Not all fixes may have gone live to WMF sites at the time of writing; some may not be scheduled to go live for many weeks.
A chart showing the self-reported flow of visitors between Google and Wikipedia for selected countries. It illustrates that 30–50% of visitors specifically look for Wikipedia in Google results, whilst 40–60% chance upon the encyclopedia because it is listed as the first result (data from editor survey).
Google and Wikipedia: chicken or egg? The latest contribution to the long running debate over whether Google drives more or fewer visitors to Wikipedia than Wikipedia drives to Google was published this week on the Wikimedia blog. Survey data, collated for a number of countries, showed that 30–50% of visitors (depending on country) specifically look for Wikipedia in Google results, whilst 40–60% visit it by virtue of the fact that it is the top site listed. The difference has been linked with brand awareness: Japan and the United States were more likely to look for Wikipedia, whilst India and Russia tended to only visit as a result of it being the first result. See also this week's "Recent research" report on "High search engine rankings of Wikipedia articles found to be justified by quality".
Feedback dashboard unveiled: Special:FeedbackDashboard has been unveiled as a new way to monitor the early experiences of new editors.

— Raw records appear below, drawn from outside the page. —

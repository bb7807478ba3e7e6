import { text } from './finding-data';
import { defineRule } from './rule';

/** M0, M1 or M60: the program waits for somebody (NISTIR 6556 section 3.6.1). */
export const pauseInProgram = defineRule({
  id: 'pause-in-program',
  group: 'unattended',
  title: 'The program waits for a person',
  severity: 'note',
  unattended: 'stop',
  hold: 'look',
  protects:
    'An unattended run from standing still all night with the spindle or the extraction as they were.',
  explanation:
    'M0 and M60 stop the program until someone presses cycle start, and so does #3006=1 in a macro dialect. M1 does so only while the optional stop switch is on, so for an unattended run it is a hold: someone must see that the switch is off. Whether a person will be there cannot be told from the program. Where the shop allows pauses in unattended runs by policy, all of them are notes.',
  examples: { bad: 'G21 G90 G54\nM0\nM30', good: 'G21 G90 G54\nG4 P1\nM30' },
  word: (data) =>
    text(data, 'code') === 'M1'
      ? {
          message: 'M1 stops here when the optional stop switch is on.',
          advice: 'Optional stop must be off for an unattended run; look at the switch before it.',
        }
      : {
          message: `${named(text(data, 'code'))} stops here until someone presses cycle start.`,
          advice: 'Run it with a person there, or take the stop out of the program.',
        },
  observe: (shop, report) => {
    const isAllowed = shop.setup.policy.unattended.allowPauses;
    return {
      stop({ code, place }, state) {
        const unattended = isAllowed ? 'note' : code === 'M1' ? 'hold' : 'stop';
        report.found({ cause: code, at: place, unattended, data: { code } }, state);
      },
    };
  },
});

/** A sentence does not begin with a number sign. */
const named = (code: string): string => (code.startsWith('#') ? `“${code}”` : code);
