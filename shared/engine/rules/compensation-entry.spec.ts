import { test } from 'vitest';
import { checkRule } from '../testing/check-rule';
import { compensationEntry } from './compensation-entry';

test('flags a lead-in no longer than the compensation', () => {
  checkRule(
    compensationEntry,
    {},
    `
G21 G90 G54 G17
T2 M6
G0 X0 Y0
G41 D2
G1 X3 F1000
   ^^ compensation-entry: The move that switches compensation on is 3 mm (0.118 in) long, no longer than the compensation of 3 mm (0.118 in).
X50
G40
M30
`,
  );
});

test('flags compensation switched on and off on an arc', () => {
  checkRule(
    compensationEntry,
    {},
    `
G21 G90 G54 G17
T2 M6
G0 X0 Y0
G42 D2
G2 X20 Y20 I20 J0 F1000
   ^^^^^^^^^^^^^^ compensation-entry: Cutter compensation is switched on on an arc.
G1 X50
G40
G3 X70 Y40 I0 J20
   ^^^^^^^^^^^^^^ compensation-entry: Cutter compensation is switched off on an arc.
M30
`,
  );
});

test('flags an inside arc that the cutter does not fit, and not the same arc on its outside', () => {
  checkRule(
    compensationEntry,
    {},
    `
G21 G90 G54 G17
T2 M6
G0 X0 Y0
G41 D2
G1 X20 F1000
G3 X24 Y0 I2 J0
   ^^^^^^^^^^^^ compensation-entry: An inside arc of radius 2 mm (0.0787 in) is no wider than the compensation of 3 mm (0.118 in).
G1 X50
G2 X54 Y0 I2 J0
G1 X80
G40 X90
M30
`,
  );
});

test('flags compensation outside the XY plane', () => {
  checkRule(
    compensationEntry,
    {},
    `
G21 G90 G54 G18
T2 M6
G41 D2
^^^ compensation-entry: Cutter compensation is switched on outside the XY plane.
M30
`,
  );
});

test('allows a straight lead-in longer than it, Z moves between, and a straight lead-out', () => {
  checkRule(
    compensationEntry,
    {},
    `
G21 G90 G54 G17
T2 M6
G0 X0 Y0
G41 D2
G1 Z-1 F500
G1 X10 F1000
G3 X30 Y20 I0 J20
G40 G1 X40
M30
`,
  );
});
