import { LIMIT_SLACK } from '../geometry/tolerance';
import type { MachineState, Motion } from '../interpreter/events';
import type { Material } from '../shop/material';
import type { Shop } from '../shop/shop';
import { trueOffset } from './true-offset';
import { usesLengthTable } from './watch-length';

/**
 * How deep the tip goes under the top of the stock in this motion (mm), if anything of `radius` about
 * the tool's axis comes over the stock at all; −Infinity otherwise. The stock is the whole box of the
 * job sheet, and the motion its box: what has been cut away is not known. With a length in force that is
 * more than 1 mm off, every depth is wrong by as much; that is a stop of its own, and nothing is said here.
 */
export function depthUnderStock(
  shop: Shop,
  material: Material,
  motion: Motion,
  state: MachineState,
  radius: number,
): number {
  const region = hasTrueLength(shop, state) ? material.regionFor(state) : undefined;
  if (!region) return -Infinity;
  // The region is where solids meet by more than the slack, so the slack is added back for a true depth.
  const depth = region.maxZ - motion.minZ + LIMIT_SLACK;
  if (!(depth > LIMIT_SLACK)) return -Infinity;
  const isClear =
    motion.maxX < region.minX - radius ||
    region.maxX + radius < motion.minX ||
    motion.maxY < region.minY - radius ||
    region.maxY + radius < motion.minY;
  return isClear ? -Infinity : depth;
}

/** Beyond this (mm) a wrong length is a stop: see length-offset-disagrees. */
const FAR_OFF = 1;

function hasTrueLength(shop: Shop, { held, lengthOffset }: MachineState): boolean {
  const own = usesLengthTable(shop) ? trueOffset(shop, held.tool) : undefined;
  return own === undefined || Math.abs(lengthOffset - own) <= FAR_OFF;
}
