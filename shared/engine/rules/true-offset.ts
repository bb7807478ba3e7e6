import type { Tool } from '../shop/setup';
import type { Shop } from '../shop/shop';

/** Two lengths of one tool agree within this (mm): what a good setter repeats, several times over. */
export const LENGTH_AGREES = 0.05;

/**
 * What the table should hold for a tool: gauge length less the reference. Undefined where the table
 * holds touch-off values, which cannot be told from the length alone.
 */
export function trueOffset(shop: Shop, tool: Tool | undefined): number | undefined {
  const { lengthScheme, lengthReference } = shop.setup.controller;
  const isTrueLength = lengthScheme === 'from-nose' || lengthScheme === 'from-master';
  return tool && isTrueLength ? tool.gaugeLength - lengthReference : undefined;
}

export function lengthInTable(shop: Shop, number: number): number | undefined {
  return shop.setup.offsets.length[String(number)];
}
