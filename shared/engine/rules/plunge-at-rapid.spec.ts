import { test } from 'vitest';
import { checkRule } from '../testing/check-rule';
import { plungeAtRapid } from './plunge-at-rapid';

const START = 'G21 G90 G17 G54\nT1 M6\nS18000 M3\nG43 H1\nG0 X50 Y50 Z5';

test('stops a rapid down into whole stock', () => {
  checkRule(
    plungeAtRapid,
    {},
    `
${START}
G0 Z-3
   ^^^ plunge-at-rapid (stop): Plunges at rapid 3 mm (0.118 in) into the stock.
M30
`,
  );
});

test('holds a rapid down into its own hole, and stops below what was cut', () => {
  checkRule(
    plungeAtRapid,
    {},
    `
${START}
G1 Z-6 F500
G0 Z2
G0 Z-5.5
   ^^^^^ plunge-at-rapid (hold): Plunges at rapid to 5.5 mm (0.217 in) under the top of the stock, where this program has cut but the space is not known to be cleared.
G0 Z2
G0 Z-7
   ^^^ plunge-at-rapid (stop)
M30
`,
  );
});

test('sees a plunge that only the wrong length offset makes', () => {
  checkRule(
    plungeAtRapid,
    {},
    `
G21 G90 G17 G54
T6 M6
S18000 M3
G43 H5
G0 X50 Y50
G0 Z5
   ^^ plunge-at-rapid (stop): Plunges at rapid 3 mm (0.118 in) into the stock.
M30
`,
  );
});

test('allows approach planes, plunges at feed, drilling cycles and rapids up', () => {
  checkRule(
    plungeAtRapid,
    {},
    `
${START}
G0 Z0.5
G0 Z0
G1 Z-18.2 F800
G0 Z5
G0 X-10
G0 Z-5
G1 X20 F1000
G0 Z5
M5
T3 M6
S6000 M3
G43 H3
G0 X50 Y50
G0 Z10
G98 G81 Z-18.5 R2 F300
X80
G98 G83 X110 Z-18.5 R2 Q3
X140
G80
G53 G0 Z0
M30
`,
  );
});
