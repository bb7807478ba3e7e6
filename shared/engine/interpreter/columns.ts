import { characterLength } from '../lexer/decode';
import type { LineWords } from '../lexer/line-words';
import type { Columns } from '../report/report';

/**
 * Columns of a byte range: 1-based, first and one past the last, in UTF-16 units of the line decoded as
 * UTF-8, an invalid byte counting one. Worked out only when something is told of there.
 */
export function columnsOf(line: LineWords, from: number, to: number): Columns {
  if (!line.hasWide) return [from - line.start + 1, to - line.start + 1];
  return [unitsBefore(line, from) + 1, unitsBefore(line, to) + 1];
}

function unitsBefore(line: LineWords, end: number): number {
  let units = 0;
  for (let at = line.start; at < end;) {
    const length = characterLength(line.bytes, at, line.end);
    units += length === 4 ? 2 : 1;
    at += length;
  }
  return units;
}
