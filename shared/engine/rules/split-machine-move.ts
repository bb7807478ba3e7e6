import { text } from './finding-data';
import { reportProblem } from './report-problem';
import { defineRule } from './rule';

/** A machine-coordinate or home word whose axis words slipped into the next block. */
export const splitMachineMove = defineRule({
  id: 'split-machine-move',
  group: 'state',
  title: 'A machine-coordinate word is parted from its axis words',
  severity: 'stop',
  protects: 'The stock and the spindle from a retract that runs in work coordinates.',
  explanation:
    'G53 holds for its own block only. When a line break falls between it and its axis words, it moves nothing, and the axis words of the next block are read in work coordinates: Z0 is then the top of the stock.',
  examples: {
    bad: 'G21 G90 G54\nT1 M6\nG0 G53\nZ0\nM30',
    good: 'G21 G90 G54\nT1 M6\nG0 G53 Z0\nM30',
  },
  word: (data) => ({
    message: `${text(data, 'code') || 'G53'} stands without axis words, and those of the next block run in work coordinates.`,
    advice: `Write the axis words in the block of ${text(data, 'code') || 'G53'}.`,
  }),
  observe: (_shop, report) =>
    reportProblem(report, 'split-machine-move', (facts) => text(facts, 'code')),
});
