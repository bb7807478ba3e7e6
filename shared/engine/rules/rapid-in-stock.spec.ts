import { test } from 'vitest';
import { checkRule } from '../testing/check-rule';
import { rapidInStock } from './rapid-in-stock';

// Stock: X 0 to 1200, Y 0 to 600, 18 mm, Z zero on its top.
const START = 'G21 G90 G17 G54\nT1 M6\nS18000 M3\nG43 H1\nG0 X50 Y50 Z5';

test('stops a rapid through stock that nothing has cut', () => {
  checkRule(
    rapidInStock,
    {},
    `
${START}
G1 Z-5 F1000
G0 X300
   ^^^^ rapid-in-stock (stop): Moves at rapid through the stock, with the tip 5 mm (0.197 in) under its top.
M30
`,
  );
});

test('holds a rapid back along what this program has cut that deep', () => {
  checkRule(
    rapidInStock,
    {},
    `
${START}
G1 Z-5 F1000
G1 X300
G0 X60
   ^^^ rapid-in-stock (hold): Moves at rapid with the tip 5 mm (0.197 in) under the top of the stock, through space this program has cut but that is not known to be cleared.
M30
`,
  );
});

test('stops where the cut was shallower, or beside', () => {
  checkRule(
    rapidInStock,
    {},
    `
${START}
G1 Z-2 F1000
G1 X300
G1 Z-5
G0 X60
   ^^^ rapid-in-stock (stop)
M30
`,
  );
  checkRule(
    rapidInStock,
    {},
    `
${START}
G1 Z-5 F1000
G1 X300
G1 Y62
G0 X60
   ^^^ rapid-in-stock (stop)
M30
`,
  );
});

test('stops a diagonal dive whose end alone is in the stock', () => {
  checkRule(
    rapidInStock,
    {},
    `
${START}
G0 X100 Y80 Z-1
   ^^^^^^^^^^^^ rapid-in-stock (stop): Moves at rapid through the stock, with the tip 1 mm (0.0394 in) under its top.
M30
`,
  );
});

test('sees the stock through a wrong length offset', () => {
  checkRule(
    rapidInStock,
    {},
    `
G21 G90 G17 G54
T6 M6
S18000 M3
G43 H5
G0 Z20
G0 X50 Y50 Z5
   ^^^^^^^^^^ rapid-in-stock (stop): Moves at rapid through the stock, with the tip 3 mm (0.118 in) under its top.
M30
`,
  );
});

test('allows low clearance planes, retracts, ramps, cycles and ways beside the stock', () => {
  checkRule(
    rapidInStock,
    {},
    `
${START}
G0 Z0.5
G0 X80
G1 X100 Z-6 F1200
G1 X200
G2 X220 Y70 I0 J20
G0 Z0.5
G0 X20 Y20
G0 Z0
G0 X30
G53 G0 Z0
G53 G0 X650 Y0
G28 G91 Z0
G90
M5
T3 M6
S6000 M3
G43 H3
G0 X50 Y50 Z5
G99 G83 X50 Y50 Z-15 R1 Q4 F300
X90 Y50
X130
G80
G0 Z5
G0 X-20 Y-20
G0 Z-10
G0 Y620
G0 Z5
M30
`,
  );
});

test('without a job sheet takes everything under Z zero for stock, and nothing with zero on the board', () => {
  const program = `
${START}
G1 Z-5 F1000
G0 X2000 Y90
M30
`;
  checkRule(
    rapidInStock,
    { job: undefined, machine: { travel: { x: [0, 3000] } } },
    program.replace('M30', '   ^^^^^^^^^ rapid-in-stock (stop)\nM30'),
  );
  checkRule(rapidInStock, { job: { stock: undefined, zeroOn: 'board' } }, program);
});

test('knows the stock of another work offset', () => {
  const change = { offsets: { work: { G55: { x: 630, y: 40, z: -182 } } } };
  checkRule(
    rapidInStock,
    change,
    `
G21 G90 G17 G55
T1 M6
S18000 M3
G43 H1
G0 X700 Y50 Z5
G1 Z-5 F1000
G0 X500
   ^^^^ rapid-in-stock (stop)
M30
`,
  );
});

It picks out contributions from the MoodBar extension, allowing praise to be noted and any problems new users have encountered to be addressed in a similar way to Mozilla's instant "Firefox made me happy because..." feedback system (Wikimedia blog).
Visual Editor updates: the notes from a meeting of the teams working on a next generation parser backend and a new "visual editor" WYSIWYG frontend held on 26 October described progress on both fronts (wikitext-l mailing list). The work could generate a call for testers as early as December although the new functionality is unlikely to be widespread for anything but page creation well into 2012.
Software security engineer opening: An opening was created on October 29 for the position of Software Security Engineer. The position is for "a smart, experienced PHP/MySQL software developer with software security experience... [who would] enjoy the technical challenges associated with managing databases with millions of records." The position requires a B.S. or M.S. or equivalent experience, and 5 years of working experience.
Discussion over commit access: The question of who should have commit access to the MediaWiki repository was asked once again this week on the wikitech-l mailing list. Lead Software Architect Brion Vibber explained that the WMF, who manage access, had been left in a "no man's land" by the proposed move to Git, which will make it "a *lot* easier to fully participate in the development ecosystem without having to get an account manually approved and created".
Work on re-imagined article feedback tool gains momentum: As also reported in this week's "News and notes", the Wikimedia Foundation hosted IRC office hours this week specifically for questions on the article feedback tool. The tool, which was introduced in September 2010 and fully rolled out in July 2011, is in its fifth iteration. In a message to the foundation-l mailing list, Deputy Director Erik Moeller clarified that "the idea is to experiment with some alternative approaches in parallel with the existing deployment, not to scrap the existing deployment and start over immediately". A log of the office hours can be found here.
Data analysis results published: The results of a data analysis competition looking at editor retention were published this week (Wikimedia blog). As the Foundation's Diederik van Liere and Howie Fung explained, "what the four winning models have in common is that past activity and how often an editor is reverted are the strongest predictors for future editing behaviour". Unfortunately, errors in the dataset used by the model that came first have since significantly impaired its ongoing usefulness.